The median age in the city was 31.8 years. 29.3% of residents were under the age of 18; 7.4% were between the ages of 18 and 24; 30.2% were from 25 to 44; 23.3% were from 45 to 64; and 9.8% were 65 years of age or older. The gender makeup of the city was 53.7% male and 46.3% female.

===2000 census===
As of the census of 2000, there were 287 people, 113 households, and 72 families living in the city. The population density was 67.5 PD/sqmi. There were 123 housing units at an average density of 28.9 /sqmi. The racial makeup of the city was 97.91% White, 0.70% Native American, 0.35% Asian, and 1.05% from two or more races.

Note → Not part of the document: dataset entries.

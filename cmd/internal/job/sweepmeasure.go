package job

import (
	"context"
	"errors"
	"fmt"
	"math"
	"slices"
	"strings"
	"time"

	"gatesill/acquire"
	"gatesill/acquire/keeper"
	"gatesill/fit"
	"gatesill/report"
	"gatesill/report/screen"
	"gatesill/store"
	"gatesill/store/record"
)

// offPatience is how long a driven sweep waits for the off state after its end, s.
const offPatience = 8.0

// work leads the whole sitting.
func (w *sweeper) work(ctx context.Context) error {
	for _, t := range acquire.SetUp(w.limits, w.given) {
		w.say("%s", t)
	}
	if err := w.caution(ctx, acquire.StepSetUp); err != nil {
		return err
	}
	meters := &waiting{w: w, since: w.elapsed(), heard: map[string]bool{}, why: map[string]string{}}
	if err := w.lead(ctx, meters); err != nil || meters.err != nil {
		return errors.Join(err, meters.err)
	}
	if err := w.check(ctx); err != nil {
		return err
	}
	if err := w.offerControl(ctx, "first"); err != nil {
		return err
	}
	steps := []acquire.Step{acquire.StepInsert, acquire.StepPower, acquire.StepRemove}
	switch {
	case w.rq.Mode == acquire.AtSpot:
		steps = append(steps, acquire.StepSpot)
	case w.rq.Mode == acquire.Driven:
		steps = append(steps, acquire.StepDrive)
	}
	if w.rq.Mode != acquire.Driven {
		steps = append(steps, acquire.StepHand)
	}
	if err := w.caution(ctx, steps...); err != nil {
		return err
	}
	for i := 0; ; i++ {
		device, more, err := w.nextDevice(ctx, i)
		if err != nil || !more {
			if err == nil {
				err = w.offerControl(ctx, "last")
			}
			if perr := w.place(ctx, ""); err == nil {
				err = perr
			}
			return err
		}
		if err := w.device(ctx, device); err != nil {
			return err
		}
	}
}

// caution shows the cautions of the steps, once a lot and bench.
func (w *sweeper) caution(ctx context.Context, steps ...acquire.Step) error {
	var texts []string
	for _, step := range steps {
		texts = append(texts, acquire.Cautions(step, w.part.Mode, w.part.Channel)...)
	}
	kind := "cautions-" + string(steps[0])
	seen := false
	err := w.db.View(ctx, func(tx *store.Tx) error {
		sessions, err := tx.Sessions(w.lot.ID)
		for _, s := range sessions {
			es, err := tx.Events(s.ID)
			if err != nil {
				return err
			}
			seen = seen || slices.ContainsFunc(es, func(e record.Event) bool { return e.Kind == kind && e.Text == fmt.Sprint(len(texts)) })
		}
		return err
	})
	if err != nil || seen {
		return storeFailure(err)
	}
	if w.keys == nil && w.sim != nil { // nobody is there, and nothing that could hurt
		return nil
	}
	if w.keys == nil {
		for _, t := range texts {
			w.env.talk("caution: %s", t)
		}
		return w.sitting.event(kind, "%d", len(texts))
	}
	if err := w.lead(ctx, &cautioning{w: w, texts: texts}); err != nil {
		return err
	}
	return w.sitting.event(kind, "%d", len(texts))
}

// cautioning shows cautions until the operator has taken note of them.
type cautioning struct {
	w     *sweeper
	texts []string
	ended bool
}

func (s *cautioning) event(acquire.Event) {}
func (s *cautioning) tick(float64)        {}
func (s *cautioning) key(k rune)          { s.ended = s.ended || k == ' ' || k == keyEnter }
func (s *cautioning) over() bool          { return s.ended }
func (s *cautioning) show(float64) screen.Model {
	m := screen.Model{Title: "  before you begin", Instruction: "read these, then press space"}
	for _, t := range s.texts {
		m.Notices = append(m.Notices, screen.Notice{Text: t})
	}
	return m
}

// nextDevice is the next device to measure: those named, then what is typed or
// scanned.
func (w *sweeper) nextDevice(ctx context.Context, i int) (device string, more bool, err error) {
	if i < len(w.rq.Devices) {
		return w.rq.Devices[i], true, nil
	}
	if w.keys == nil || len(w.rq.Devices) > 0 && w.sim != nil {
		return "", false, nil
	}
	t := &typing{w: w, title: "  next device", prompt: "serial of the next device (scan or type, Enter; nothing ends the session):",
		allowed: func(name string) error {
			if name == "" {
				return nil
			}
			return record.CheckName("device", name)
		}}
	if err := w.lead(ctx, t); err != nil {
		return "", false, err
	}
	name := strings.TrimSpace(string(t.text))
	return name, name != "" && !t.leave, nil
}

// offerControl says when a control part of the lot should be measured.
func (w *sweeper) offerControl(ctx context.Context, when string) error {
	var names []string
	err := w.db.View(ctx, func(tx *store.Tx) error {
		ds, err := tx.Devices(w.lot.ID)
		for _, d := range ds {
			if d.Role == record.Control && !d.Excluded {
				names = append(names, d.Name)
			}
		}
		return err
	})
	if err != nil || len(names) == 0 || slices.Contains(w.rq.Devices, names[0]) {
		return storeFailure(err)
	}
	if w.keys == nil {
		w.say("control part %s: measure it %s, so that sessions can be compared", strings.Join(names, ", "), when)
		return nil
	}
	take := false
	if err := w.lead(ctx, &asking{w: w, title: "  control part", text: func(float64) string {
		return fmt.Sprintf("measure control part %s %s? y measures it, space goes on without", names[0], when)
	}, other: map[rune]func(){'y': func() { take = true }}}); err != nil || !take {
		return err
	}
	return w.device(ctx, names[0])
}

// place waits until what is in the fixture may be touched, and until the device is
// in it; "" leaves the fixture empty.
func (w *sweeper) place(ctx context.Context, device string) error {
	off := offVoltage(w.part)
	w.hand(off)
	text := "take the device out; then press space"
	if device != "" {
		text = "insert " + device + "; then press space (k skips it, q ends the session)"
	}
	skip, quit := false, false
	s := &asking{w: w, title: "  device " + device, missing: w.lock.Missing, text: func(at float64) string {
		if len(w.lock.Missing(at)) > 0 {
			return "do not touch the device yet: gate to its off voltage, drain supply off"
		}
		return text
	}}
	if device != "" {
		s.other = map[rune]func(){'k': func() { skip = true }, 'q': func() { quit = true }}
	}
	begun := w.elapsed()
	if w.keys == nil { // nobody presses a key, and nobody should wait for ever
		s.until = func() bool {
			return len(w.lock.Missing(w.elapsed())) == 0 || w.elapsed()-begun > 3*speakWithin
		}
	}
	if err := w.lead(ctx, s); err != nil {
		return err
	}
	switch lack := w.lock.Missing(w.elapsed()); {
	case quit:
		return errQuit
	case skip:
		return errSkip
	case w.keys == nil && len(lack) > 0:
		return &Failure{Code: ExitInstrument, Err: fmt.Errorf("device %s: the fixture is not seen to be safe: %s", report.Clean(device), strings.Join(lack, "; "))}
	}
	if w.sim != nil {
		return w.sim.insert(device)
	}
	return nil
}

// errSkip leaves a device out.
var errSkip = errors.New("device skipped")

// device measures one device, again if the operator wants it.
func (w *sweeper) device(ctx context.Context, device string) error {
	switch err := w.place(ctx, device); {
	case errors.Is(err, errSkip):
		return w.sitting.event("skip", "%s", device)
	case err != nil:
		return err
	}
	for {
		again, err := w.measure(ctx, device)
		if err != nil || !again {
			return err
		}
	}
}

// measure makes one sweep.
func (w *sweeper) measure(ctx context.Context, device string) (again bool, err error) {
	plan := w.plan()
	runner, err := acquire.NewRunner(plan)
	if err != nil {
		return false, &Failure{Code: ExitFailed, Err: err}
	}
	if plan.DrivesGate {
		if err := w.startDrive(ctx); err != nil {
			return false, err
		}
		defer w.undrive()
	}
	direction := record.Up
	if plan.Mode == acquire.AtSpot {
		direction = record.Spot
	}
	if err := w.begin(ctx, device, direction); err != nil {
		return false, err
	}
	w.faults.begin(time.Now())
	id := w.sweep.ID
	m := &measuring{w: w, r: runner, device: device, drives: plan.DrivesGate}
	if err := w.lead(ctx, m); err != nil {
		return false, err // the sweep stays open, to be taken up
	}
	points, view := runner.Points(), runner.View(w.elapsed())
	why := ""
	if !m.done.Complete {
		why = m.done.Why
	}
	returned := view.Returned
	if m.repeat {
		why = "measured again"
	}
	sw, err := w.finish(ctx, points, returned, direction, why)
	if err != nil {
		return false, err
	}
	d := report.SweptDevice{Device: device, Sweep: id, Points: len(points), Complete: m.done.Complete, Why: m.done.Why}
	for _, p := range points {
		if p.Settled {
			d.Settled++
		}
	}
	d.Result = w.result(ctx, device, &sw)
	w.doc.Devices = append(w.doc.Devices, d)
	w.tellResult(d)
	if m.trouble && w.trouble == nil {
		w.trouble = fmt.Errorf("device %s: %s", device, m.done.Why)
	}
	if w.keys == nil {
		return false, nil
	}
	return w.askAgain(ctx, device, *m.done)
}

// askAgain asks what comes after a sweep: the next device, or this one again.
func (w *sweeper) askAgain(ctx context.Context, device string, d acquire.Done) (again bool, err error) {
	if d.Skipped {
		return false, nil
	}
	quit := false
	if err := w.lead(ctx, &asking{w: w, title: "  device " + device, text: func(float64) string {
		return d.Why + ": space goes on to the next device, r measures this one again, q ends the session"
	}, other: map[rune]func(){'r': func() { again = true }, 'q': func() { quit = true }}}); err != nil {
		return false, err
	}
	if quit {
		return false, errQuit
	}
	if again && len(w.doc.Devices) > 0 {
		w.doc.Devices = w.doc.Devices[:len(w.doc.Devices)-1]
	}
	return again, nil
}

// measuring leads one runner.
type measuring struct {
	w       *sweeper
	r       *acquire.Runner
	device  string
	drives  bool
	done    *acquire.Done
	doneAt  float64
	offs    int  // off states still waited for
	safe    bool // the off state was told
	repeat  bool
	trouble bool
	reason  *typing // a reason that is being typed
}

func (m *measuring) event(e acquire.Event) { m.obey(m.r.Event(e)) }
func (m *measuring) tick(at float64) {
	m.obey(m.r.Tick(at))
	if m.w.sim != nil && !m.drives {
		h := m.r.Hand()
		m.w.handAt(h.To, h.Rate)
	}
}

func (m *measuring) over() bool {
	if m.done == nil {
		return false
	}
	return !m.drives || m.offs == 0 && m.safe || m.w.elapsed()-m.doneAt > offPatience
}

func (m *measuring) switchedOff(keeper.OffReport) {
	m.safe, m.offs = true, max(0, m.offs-1)
}

// obey carries the runner's orders out.
func (m *measuring) obey(orders []acquire.Order) {
	w := m.w
	for _, o := range orders {
		switch o := o.(type) {
		case acquire.SetGate:
			if w.drive != nil {
				w.drive.gate(o.V)
			}
		case acquire.SwitchDrain:
			if w.drive != nil {
				w.drive.drain(o.On)
			}
			w.lock.DrainOff(false, w.elapsed())
		case acquire.Off:
			if w.drive != nil {
				m.offs++
				w.drive.off(o.Reason, o.CurrentGone)
			} else {
				m.safe = true // the keeper has switched off by itself
			}
		case acquire.Say:
			if w.keys != nil || !strings.HasPrefix(o.Text, "turn to ") {
				w.say("%s: %s", m.device, o.Text)
			}
		case acquire.Beep:
			w.beep(o.Sound)
		case acquire.Taken:
			w.env.detail("  %s: %s", m.device, pointText(o.Point))
		case acquire.Undone:
			w.say("%s: %s taken back", m.device, count(o.N, "point"))
		case acquire.Rescaled:
			w.scale[o.Role] = o.Factor
			w.lock.SetScale(o.Role, o.Factor)
			_ = w.sitting.event(eventScale, "%s", scaleText(o.Role, o.Factor))
		case acquire.Noted:
			m.trouble = m.trouble || slices.Contains([]string{"lost", "silent", "frames", "gate", "drain", "stuck"}, o.Kind)
			_ = w.sitting.event(o.Kind, "%s", o.Text)
		case acquire.Done:
			m.done, m.doneAt = &o, w.elapsed()
			if o.Complete {
				m.trouble = false
			}
		}
	}
}

func pointText(p acquire.Point) string {
	kind := "interpolated"
	if p.Settled {
		kind = "settled"
	}
	text := "point at " + report.FormatPlain(p.Vg, math.NaN(), "V")
	if !math.IsNaN(p.Id) {
		text += ", " + report.FormatPlain(p.Id, math.NaN(), "A")
	}
	if !math.IsNaN(p.Vl) {
		text += ", V_L " + report.FormatPlain(p.Vl, math.NaN(), "V")
	}
	return text + ", " + kind
}

// key does what a key asks for.
func (m *measuring) key(k rune) {
	at := m.w.elapsed()
	if m.reason != nil {
		m.reason.key(k)
		if m.reason.over() {
			if text := strings.TrimSpace(string(m.reason.text)); !m.reason.leave && text != "" {
				m.obey(m.r.Key(acquire.Key{Name: acquire.KeySkip, Reason: text}, at))
			}
			m.reason = nil
		}
		return
	}
	names := map[rune]acquire.KeyName{
		' ': acquire.KeyAccept, keyEnter: acquire.KeyAccept, 'f': acquire.KeyFinish, 's': acquire.KeyStop, 'q': acquire.KeyStop,
		'r': acquire.KeyRepeat, 'u': acquire.KeyUndo, 'p': acquire.KeyFix, keyEscape: acquire.KeyStop,
	}
	if k == 'k' {
		m.reason = &typing{w: m.w, prompt: "why is " + m.device + " skipped (Enter; Escape goes back):", allowed: func(string) error { return nil }}
		return
	}
	if name, ok := names[k]; ok {
		m.obey(m.r.Key(acquire.Key{Name: name}, at))
	}
}

// result reads the sweep's thresholds, as a first look: the lot is not yet
// considered.
func (w *sweeper) result(ctx context.Context, device string, sw *record.Sweep) fit.Result {
	if sw.Len() == 0 {
		r := fit.NewResult()
		r.State, r.Why = fit.Declined, "no point was taken"
		return r
	}
	s := w.sheetOf(device, sw)
	r := fit.One(curveOf(sw), setupOf(&s, sw, lastDigitsOf(&s)))
	r.Choose("auto")
	return r
}

// sheetOf is a sheet with that one sweep.
func (w *sweeper) sheetOf(device string, sw *record.Sweep) report.Sheet {
	s := report.Sheet{Lot: w.lot, Part: w.part, Devices: []report.Device{{
		Device: record.Device{Name: device}, Sweeps: []report.Sweep{{Sweep: *sw, Curve: curveOf(sw)}},
	}}}
	currents(&s, w.rq.At)
	return s
}

// tellResult says in a line what came of a device.
func (w *sweeper) tellResult(d report.SweptDevice) {
	var parts []string
	for _, q := range []struct {
		name string
		q    fit.Quantity
	}{{"V_GS(th)", d.Result.Vgsth}, {"V_GS idle", d.Result.VgsIdle}} {
		if q.q.Ok() {
			parts = append(parts, q.name+" "+report.FormatQuantity(q.q, "V"))
		}
	}
	if len(parts) == 0 {
		parts = append(parts, first(d.Result.Why, string(d.Result.State)))
	}
	w.say("%s: %s (%s, %s)", d.Device, strings.Join(parts, ", "), count(d.Points, "point"), d.Why)
	for _, warning := range d.Result.Warnings {
		if warning.Code == fit.CodeHeating || warning.Code == fit.CodeGateHistory || warning.Code == fit.CodeCurrentMismatch {
			w.say("%s: %s", d.Device, warning.Text)
		}
	}
}

func (m *measuring) show(at float64) screen.Model {
	v := m.r.View(at)
	s := screen.Model{
		Title: "  device " + m.device, Status: count(len(v.Points), "point"), Instruction: v.Instruction, Values: m.w.values(v.Latest),
		Power: screen.Power{Watts: v.PD, Limit: m.w.limits.PD},
	}
	if !math.IsNaN(v.Waiting) {
		s.Waiting, s.Wait = v.Waiting, m.w.rq.Settle.Or(0)
	}
	if m.reason != nil {
		s.Instruction = m.reason.show(at).Instruction
	}
	for _, t := range v.Warnings {
		s.Notices = append(s.Notices, screen.Notice{Stop: v.Level == acquire.Over, Text: t})
	}
	if v.Fix != "" {
		s.Notices = append(s.Notices, screen.Notice{Text: "p: " + v.Fix})
	}
	if v.Paused != "" {
		s.Notices = append(s.Notices, screen.Notice{Stop: true, Text: v.Paused})
	}
	for _, p := range v.Points {
		i := p.Id
		if math.IsNaN(i) {
			i = p.Vl / m.w.given.RL.Float()
		}
		if !math.IsNaN(i) {
			s.Plot.Points = append(s.Plot.Points, screen.XY{X: p.Vg, Y: i, Open: !p.Settled})
		}
	}
	return s
}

There were 113 households, out of which 32.7% had children under the age of 18 living with them, 47.8% were married couples living together, 10.6% had a female householder with no husband present, and 35.4% were non-families. 31.0% of all households were made up of individuals, and 8.8% had someone living alone who was 65 years of age or older. The average household size was 2.54 and the average family size was 3.15.

In the city, the population was spread out, with 27.2% under the age of 18, 6.6% from 18 to 24, 32.8% from 25 to 44, 22.0% from 45 to 64, and 11.5% who were 65 years of age or older. The median age was 37 years. For every 100 females, there were 103.5 males. For every 100 females age 18 and over, there were 93.5 males.

The median income for a household in the city was $34,167, and the median income for a family was $41,250. Males had a median income of $25,938 versus $17,232 for females. The per capita income for the city was $14,198. About 6.1% of families and 10.1% of the population were below the poverty line, including 13.4% of those under the age of eighteen and 21.7% of those 65 or over.

==Education==
Pequot Lakes Public Schools is the public school district. Pequot Lakes High School is the district's high school.